Warkentin Coby, O'Connell Michael J, Lee Donghyung
Department of Statistics, Miami University, Oxford, OH 45056, United States.
InfoWorks, Inc., Nashville, TN 37205, United States.
Bioinform Adv. 2023 Aug 1;3(1):vbad100. doi: 10.1093/bioadv/vbad100. eCollection 2023.
The International Mouse Phenotyping Consortium (IMPC) is striving to build a comprehensive functional catalog of mammalian protein-coding genes by systematically producing and phenotyping gene-knockout mice for almost every protein-coding gene in the mouse genome and by testing associations between gene loss-of-function and phenotype. To date, the IMPC has identified over 90 000 gene-phenotype associations, but many phenotypes have not yet been measured for each gene, resulting in largely incomplete data; ∼75.6% of association summary statistics are still missing in the latest IMPC summary statistics dataset (IMPC release version 16).
To overcome these challenges, we propose KOMPUTE, a novel method for imputing missing summary statistics in the IMPC dataset. Using conditional distribution properties of multivariate normal, KOMPUTE estimates the association Z-scores of unmeasured phenotypes for a particular gene as a conditional expectation given the Z-scores of measured phenotypes. Our evaluation of the method using simulated and real-world datasets demonstrates its superiority over the singular value decomposition matrix completion method in various scenarios.
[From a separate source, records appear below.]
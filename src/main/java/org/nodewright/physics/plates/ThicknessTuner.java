package org.nodewright.physics.plates;

import java.util.ArrayList;
import java.util.List;
import java.util.function.BooleanSupplier;
import org.hipparchus.linear.Array2DRowRealMatrix;
import org.hipparchus.linear.ArrayRealVector;
import org.hipparchus.linear.RealMatrix;
import org.hipparchus.linear.RealVector;
import org.hipparchus.util.Pair;
import org.nodewright.physics.Require;
import org.nodewright.physics.inverse.BestKeptFit;
import org.nodewright.physics.inverse.SolveCancelledException;
import org.nodewright.physics.inverse.SolveProgress;
import org.nodewright.physics.tuning.Cents;
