package org.nodewright.sheets;

import static org.assertj.core.api.Assertions.assertThat;

import java.util.List;
import org.junit.jupiter.api.Test;
import org.junit.jupiter.params.ParameterizedTest;
import org.junit.jupiter.params.provider.CsvSource;
import tools.jackson.databind.json.JsonMapper;

/** Parameters labelled as a maker reads them: words, units from the field names, items and holes from 1. */
class ParameterRowsTest {

    private final JsonMapper json = JsonMapper.builder().build();

    private List<BenchSheet.Entry> rows(String parameters) {
        return ParameterRows.of(json.readTree(parameters));
    }

    @Test
    void nestedListsAreNumberedFromOneAndCarryTheirUnits() {
        assertThat(rows("""
                {"lengthMm": 650.0, "tensionN": 70, "referenceA4Hz": 440, "material": "plain-steel",
                 "pickups": [{"positionMm": 600.5}, {"positionMm": 500}], "stiffness": true, "targetHz": null}"""))
                .containsExactly(new BenchSheet.Entry("Length (mm)", "650.0"), new BenchSheet.Entry("Tension (N)", "70"),
                        new BenchSheet.Entry("Reference A4 (Hz)", "440"), new BenchSheet.Entry("Material", "plain-steel"),
                        new BenchSheet.Entry("Pickup 1 position (mm)", "600.5"),
                        new BenchSheet.Entry("Pickup 2 position (mm)", "500"), new BenchSheet.Entry("Stiffness", "true"));
    }

    @Test
    void closedHolesAreShownFromOneAsTheBenchNumbersThem() {
        assertThat(rows("{\"fingerings\": [{\"name\": \"D5\", \"closedHoles\": [0, 1, 5], \"targetHz\": 587.33}]}"))
                .containsExactly(new BenchSheet.Entry("Fingering 1 name", "D5"),
                        new BenchSheet.Entry("Fingering 1 closed holes", "1, 2, 6"),
                        new BenchSheet.Entry("Fingering 1 target (Hz)", "587.33"));
    }

    // Unit suffixes of the contract's field names (its header: lengths mm, frequencies Hz, tension N, SI).
    @ParameterizedTest
    @CsvSource({
        "diameterMm, diameter, mm",
        "linearDensityKgPerM, linear density, kg/m",
        "densityKgPerM3, density, kg/m³",
        "youngsModulusPa, youngs modulus, Pa",
        "temperatureC, temperature, °C",
        "relativeHumidityPct, relative humidity, %",
        "toleranceCents, tolerance, cents",
        "modeCount, mode count, ''",
    })
    void unitsComeFromTheFieldNamesSuffix(String field, String words, String unit) {
        String[] w = ParameterRows.words(field);
        assertThat(w[0]).isEqualTo(words);
        assertThat(w[1] == null ? "" : w[1]).isEqualTo(unit);
    }
}
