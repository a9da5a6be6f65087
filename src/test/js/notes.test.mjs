// The page's note grammar against the table the server's tests read too
// (src/test/resources/tuning/note-names.csv: MIDI numbering, 12-TET at A4 = 440 Hz, ISO 16:1975).
import { test } from 'node:test';
import assert from 'node:assert/strict';
import { readFileSync } from 'node:fs';
import { fileURLToPath } from 'node:url';
import { noteHz, parseNote, nearestNote, pitchHz, cents, midiName, spelledWithFlats } from '../../../static-assets/js/common/notes.js';

const csv = fileURLToPath(new URL('../resources/tuning/note-names.csv', import.meta.url));
const rows = readFileSync(csv, 'utf8').split('\n')
  .filter((line) => line !== '' && !line.startsWith('#') && !line.startsWith('text|'))
  .map((line) => { const [text, midi, hz] = line.split('|'); return { text, midi, hz }; });

test('the shared table has rows', () => {
  assert.ok(rows.length >= 30, `only ${rows.length} rows read from ${csv}`);
});

for (const { text, midi, hz } of rows) {
  if (midi === '') {
    test(`"${text}" is not a note name`, () => {
      assert.equal(parseNote(text), null);
      assert.equal(noteHz(text), null);
    });
  } else {
    test(`"${text}" is MIDI ${midi}, ${hz} Hz`, () => {
      assert.equal(parseNote(text).midi, Number(midi));
      // 17 significant digits in the table; the page computes 440·2^((m−69)/12) in doubles.
      assert.ok(Math.abs(noteHz(text) - Number(hz)) <= 1e-12 * Number(hz), `${noteHz(text)} vs ${hz}`);
    });
  }
}

test('nearest note uses the server\'s field names and a cent is 1/1200 octave', () => {
  // E4 = 329.6275569128699 Hz (table above); 329.63 Hz sits 1200·log2(329.63/329.62755691286992)
  // = +0.01283 cents above it (computed with Python 3 math.log2).
  const n = nearestNote(329.63);
  assert.deepEqual(Object.keys(n).sort(), ['centsOff', 'frequencyHz', 'midi', 'name']);
  assert.equal(n.name, 'E4');
  assert.equal(n.midi, 64);
  assert.ok(Math.abs(n.centsOff - 0.012831) < 1e-5, String(n.centsOff));
  assert.ok(Math.abs(cents(880, 440) - 1200) < 1e-12);
  // A quarter tone below A4 at A4 = 442 Hz: 442·2^(−0.5/12) = 429.35 Hz is 50 ¢ from A4 and G#4 alike.
  const low = nearestNote(442 * 2 ** (-0.49 / 12), 442);
  assert.equal(low.name, 'A4');
  assert.ok(Math.abs(low.centsOff + 49) < 1e-9);
});

test('flat spelling on request', () => {
  assert.equal(midiName(63), 'D#4');
  assert.equal(midiName(63, true), 'Eb4');
  assert.equal(nearestNote(311.127, 440, { flats: true }).name, 'Eb4');
  assert.equal(spelledWithFlats('Eb4'), true);
  assert.equal(spelledWithFlats('D#4'), false);
});

test('a typed pitch: Hz with or without the unit, a decimal comma, or a note', () => {
  assert.equal(pitchHz('329.63'), 329.63);
  assert.equal(pitchHz('329.63 Hz'), 329.63);
  assert.equal(pitchHz('329,63 hz'), 329.63);
  assert.equal(pitchHz('A4', 442), 442);
  assert.equal(pitchHz(''), null);
  assert.equal(pitchHz('E4 Hz'), null);
  assert.equal(pitchHz('loud'), null);
});

test('a number of hertz as typed', async () => {
  const { hzNumber } = await import('../../../static-assets/js/common/notes.js');
  assert.equal(hzNumber('329.63 Hz'), 329.63);
  assert.equal(hzNumber('82,41'), 82.41);
  assert.ok(Number.isNaN(hzNumber('E2')));
});
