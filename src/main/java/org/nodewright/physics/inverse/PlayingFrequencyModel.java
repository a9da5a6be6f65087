package org.nodewright.physics.inverse;

import org.nodewright.physics.aircolumn.Fingering;

/**
 * The acoustic model the tone-hole solver drives: the frequency a fingering sounds for a hole
 * layout, searched near a guess (the previous answer or the target). Implementations wrap the
 * air-column core; they return NaN when no resonance lies near the guess.
 */
@FunctionalInterface
public interface PlayingFrequencyModel {

    double soundingHz(HoleLayout layout, Fingering fingering, double guessHz);
}
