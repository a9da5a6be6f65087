// The page's request loop: coalescing, ordering, markers, refusals and replay, driven by a fake
// server whose answers the test releases one by one.
import { test } from 'node:test';
import assert from 'node:assert/strict';
import { createRequestLoop } from '../../../static-assets/js/common/request-loop.js';

/** A server that holds every request until the test answers it. */
function heldServer() {
  const calls = [];
  const send = (request) => new Promise((resolve, reject) => calls.push({ request, resolve, reject }));
  return { calls, send };
}

function recordingView() {
  const log = [];
  return {
    log,
    busy: (on) => log.push(['busy', on]),
    answered: (request, response, seq) => log.push(['answered', response, seq]),
    refused: (problem, request, seq, local) => log.push(['refused', problem, seq, local]),
    failed: (error, seq) => log.push(['failed', String(error), seq]),
  };
}

const tick = () => new Promise((r) => setImmediate(r));

test('an idle loop sends at once (no fixed delay)', async () => {
  const server = heldServer();
  const loop = createRequestLoop({ build: () => ({ request: { x: 1 } }), send: server.send, view: recordingView() });
  loop.run();
  assert.equal(server.calls.length, 1, 'sent synchronously, before any timer');
  assert.equal(loop.busy, true);
});

test('many changes while one request is in flight give exactly one more request, built from the latest state', async () => {
  const server = heldServer();
  const view = recordingView();
  let x = 1;
  const loop = createRequestLoop({ build: () => ({ request: { x } }), send: server.send, view });
  const first = loop.run();
  const later = [];
  for (x = 2; x <= 6; x++) later.push(loop.run());
  x = 6;
  assert.equal(server.calls.length, 1, 'at most one in flight');
  server.calls[0].resolve({ ok: true, data: 'a1' });
  await first;
  await tick();
  assert.equal(server.calls.length, 2, 'one pending request follows');
  assert.deepEqual(server.calls[1].request, { x: 6 });
  server.calls[1].resolve({ ok: true, data: 'a6' });
  await Promise.all(later);
  assert.equal(server.calls.length, 2, 'nothing more once idle');
  assert.deepEqual(view.log.filter((e) => e[0] === 'answered').map((e) => e[1]), ['a1', 'a6']);
  assert.deepEqual(view.log.filter((e) => e[0] === 'busy'), [['busy', true], ['busy', false]], 'busy from the first send until idle');
  assert.equal(loop.busy, false);
  assert.deepEqual(loop.last, { request: { x: 6 }, response: 'a6' });
});

test('answers are shown in order and sequence numbers only grow', async () => {
  const server = heldServer();
  const view = recordingView();
  const loop = createRequestLoop({ build: () => ({ request: {} }), send: server.send, view });
  const a = loop.run();
  const b = loop.run();
  server.calls[0].resolve({ ok: true, data: 'first' });
  await a;
  await tick();
  server.calls[1].resolve({ ok: true, data: 'second' });
  await b;
  const seqs = view.log.filter((e) => e[0] === 'answered').map((e) => e[2]);
  assert.deepEqual(seqs, [1, 2]);
});

test('a refusal goes to the view with its field errors; local problems are never sent', async () => {
  const server = heldServer();
  const view = recordingView();
  let problems = [{ field: 'lengthMm', message: 'enter a number' }];
  const loop = createRequestLoop({ build: () => ({ request: { lengthMm: null }, problems }), send: server.send, view });
  await loop.run();
  assert.equal(server.calls.length, 0);
  assert.deepEqual(view.log.at(-1), ['refused', { errors: problems }, 1, true]);
  problems = [];
  const r = loop.run();
  const problem = { status: 400, errors: [{ field: 'lengthMm', message: 'must be greater than 0' }] };
  server.calls[0].resolve({ ok: false, status: 400, problem });
  await r;
  assert.deepEqual(view.log.at(-2), ['refused', problem, 2, false]);
  assert.deepEqual(view.log.at(-1), ['busy', false]);
  assert.equal(loop.last, null, 'nothing answered yet');
});

test('a server that does not answer is a failure, not a refusal, and the loop stays usable', async () => {
  const server = heldServer();
  const view = recordingView();
  const loop = createRequestLoop({ build: () => ({ request: {} }), send: server.send, view });
  const r = loop.run();
  server.calls[0].reject(new TypeError('Failed to fetch'));
  await r;
  assert.deepEqual(view.log.at(-2), ['failed', 'TypeError: Failed to fetch', 1]);
  const s = loop.run();
  server.calls[1].resolve({ ok: true, data: 'back' });
  await s;
  assert.deepEqual(view.log.at(-2), ['answered', 'back', 2]);
});

test('each answer is announced, and replayed to a panel that loads late', async () => {
  const server = heldServer();
  const target = new EventTarget();
  const seen = [];
  const loop = createRequestLoop({ build: () => ({ request: { n: 1 } }), send: server.send, event: 'nodewright:test-analyzed', target });
  loop.replay();   // nothing yet: no event
  target.addEventListener('nodewright:test-analyzed', (e) => seen.push(e.detail));
  const r = loop.run();
  server.calls[0].resolve({ ok: true, data: { f: 440 } });
  await r;
  const late = [];
  target.addEventListener('nodewright:test-analyzed', (e) => late.push(e.detail));
  loop.replay();
  assert.deepEqual(seen, [{ request: { n: 1 }, response: { f: 440 } }, { request: { n: 1 }, response: { f: 440 } }]);
  assert.deepEqual(late, [{ request: { n: 1 }, response: { f: 440 } }]);
});

test('a run() made while an answer is being drawn follows it', async () => {
  const server = heldServer();
  let loop;
  let again = true;
  const view = { answered: () => { if (again) { again = false; loop.run(); } } };
  loop = createRequestLoop({ build: () => ({ request: {} }), send: server.send, view });
  const r = loop.run();
  server.calls[0].resolve({ ok: true, data: 1 });
  await tick();
  assert.equal(server.calls.length, 2);
  server.calls[1].resolve({ ok: true, data: 2 });
  await r;
  assert.equal(loop.seq, 2);
});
An R package for KOMPUTE is publicly available at https://github.com/statsleelab/kompute, along with usage examples and results for different phenotype domains at https://statsleelab.github.io/komputeExamples.
国际小鼠表型分析联盟(IMPC)正致力于通过系统地培育和分析小鼠基因组中几乎每个蛋白质编码基因的基因敲除小鼠,并测试基因功能丧失与表型之间的关联,构建一个全面的哺乳动物蛋白质编码基因功能目录。到目前为止,IMPC已经确定了超过90000个基因-表型关联,但每个基因的许多表型尚未测量,导致数据在很大程度上不完整;在最新的IMPC汇总统计数据集中(IMPC发布版本16),约75.6%的关联汇总统计数据仍然缺失。
为了克服这些挑战,我们提出了KOMPUTE,这是一种用于估算IMPC数据集中缺失汇总统计数据的新方法。利用多元正态分布的条件分布特性,KOMPUTE将特定基因未测量表型的关联Z分数估计为给定测量表型Z分数的条件期望。我们使用模拟和真实数据集对该方法进行的评估表明,在各种情况下,它都优于奇异值分解矩阵补全方法。